ISEE 1 Fast Plasma Experiment Solar Wind Weimer Propagated 60 s Resolution Data in GSM Coordinates

ISEE-1 Weimer propagated solar wind data and linearly interpolated to have the measurements on the minute at 60 s resolution FPE data in GSM coordinates. This data set consists of propagated solar wind data that has first been propagated to a position just outside of the nominal bow shock (about 17, 0, 0 Re) and then linearly interpolated to 1 min resolution using the interp1.m function in MATLAB. The input data for this data set is a 1 min resolution processed solar wind data constructed by Dr. J.M. Weygand. The method of propagation is similar to the minimum variance technique and is outlined in Dan Weimer et al. [2003; 2004]. The basic method is to find the minimum variance direction of the magnetic field in the plane orthogonal to the mean magnetic field direction.

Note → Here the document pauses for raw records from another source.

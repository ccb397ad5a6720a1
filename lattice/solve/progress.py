"""Where a run stands: what a state file keeps besides field and history, and how a run goes on from it."""

from __future__ import annotations

import tomllib
from collections.abc import Mapping
from contextlib import suppress
from dataclasses import dataclass, field
from typing import TYPE_CHECKING, Any

from lattice.errors import InputError, StateFileError
from lattice.solve.legs import Leg, legs_of
from lattice.solve.memory import Memory
from lattice.store.statefile import read_meta
from lattice.store.statemeta import StateMeta

if TYPE_CHECKING:
    from mpi4py import MPI

    from lattice.store.runfolder import RunFolder

LIMITS = {
    "solve": ("residual_rms", "newton_steps", "linear_iterations"),
    "damped": ("steps", "residual_rms", "linear_iterations", "stall_steps", "stall_fall", "attempts"),
}
"""Keys that may differ between a run and the one that goes on with it."""


@dataclass(frozen=True)
class Progress:
    """Where a run stands.

    Parameters
    ----------
    legs : tuple of Leg
    leg : int
        The present one.
    first : int
        Index in the history of the present leg's first entry.
    made_with : dict of str to float
        Scalars that the present system was made with; they are the units of its unknowns.
    spacings : dict of str to float
        Spacings that the damped stage keeps, by axis.
    memory : Memory
        Of the damped stage.
    coarse : dict
        The coarse lattice that was chosen, as keys of solve.coarse; empty where there is none.
    reports : tuple of dict
        What the legs before did, as in summary.json.
    """

    legs: tuple[Leg, ...] = ()
    leg: int = 0
    first: int = 0
    made_with: dict[str, float] = field(default_factory=dict)
    spacings: dict[str, float] = field(default_factory=dict)
    memory: Memory = field(default_factory=Memory)
    coarse: dict[str, Any] = field(default_factory=dict)
    reports: tuple[dict[str, Any], ...] = ()

    def record(self) -> dict[str, Any]:
        """Return it as plain data, for JSON."""
        return {
            **vars(self),
            "legs": [leg.record() for leg in self.legs],
            "memory": self.memory.record(),
            "reports": list(self.reports),
        }

    @classmethod
    def of_record(cls, record: Mapping[str, Any]) -> Progress:
        """Return the progress that `record` wrote, also after JSON."""
        return cls(
            **{
                **record,
                "legs": legs_of(record["legs"]),
                "memory": Memory.of_record(record["memory"]),
                "reports": tuple(record["reports"]),
            }
        )


def kept_state(files: RunFolder, job_text: str, comm: MPI.Intracomm) -> StateMeta | None:
    """Return the record of the state a folder's run can go on from, None where there is none.

    Collective.

    Raises
    ------
    InputError
        If the run in the folder was made from another job.
    """
    found: tuple[StateMeta | None, str] = (None, "")
    if comm.rank == 0 and files.state.exists():
        with suppress(StateFileError):
            found = _judged(read_meta(files.state), job_text)
    meta, difference = comm.bcast(found)
    if difference:
        raise InputError(
            f"{files.path} holds a run of another job: {difference} differs; choose another --out, or"
            " begin anew with --force",
            key="--resume",
        )
    kept: StateMeta | None = meta
    return kept


def _judged(meta: StateMeta, job_text: str) -> tuple[StateMeta | None, str]:
    if not (meta.history and meta.progress):
        return None, ""
    return meta, difference(meta.job_text, job_text)


def difference(before: str, now: str) -> str:
    """Return the first key in which two jobs differ beyond limits and output, nothing where none does.

    Examples
    --------
    >>> difference("box.length_x = 22.0", "box.length_x = 23.0")
    'box.length_x'
    """
    return _difference(_without_limits(before), _without_limits(now), "")


def _without_limits(text: str) -> dict[str, Any]:
    tables = tomllib.loads(text)
    tables.pop("output", None)
    solve = tables.get("solve", {})
    for table, keys in ((solve, LIMITS["solve"]), (solve.get("damped", {}), LIMITS["damped"])):
        for key in keys:
            table.pop(key, None)
    return tables


def _difference(before: Any, now: Any, place: str) -> str:
    if isinstance(before, dict) and isinstance(now, dict):
        for key in sorted({*before, *now}):
            inner = _difference(before.get(key), now.get(key), f"{place}.{key}" if place else key)
            if inner:
                return inner
        return ""
    return "" if before == now else place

This minimum variance direction is then dotted with the difference between final position vector minus the original position vector and the quantity is divided by the minimum variance dotted with the solar wind velocity vector, which gives the propagation time. This method does not work well for shocks and minimum variance directions with tilts greater than 70 degrees of the sun-earth line. This data set was originally constructed by Dr. J.M. Weygand for Prof. R.L. McPherron, who was the principle investigator of two National Science Foundation studies: GEM Grant ATM 02-1798 and a Space Weather Grant ATM 02-08501. These data were primarily used in superposed epoch studies References: Weimer, D. R. (2004), Correction to ‘‘Predicting interplanetary magnetic field (IMF) propagation delay times using the minimum variance technique,’’ J. Geophys. Res., 109, A12104, doi:10.1029/2004JA010691. Weimer, D.R., D.M. Ober, N.C. Maynard, M.R. Collier, D.J. McComas, N.F. Ness, C. W. Smith, and J. Watermann (2003), Predicting interplanetary magnetic field (IMF) propagation delay times using the minimum variance technique, J. Geophys. Res., 108, 1026, doi:10.1029/2002JA009405.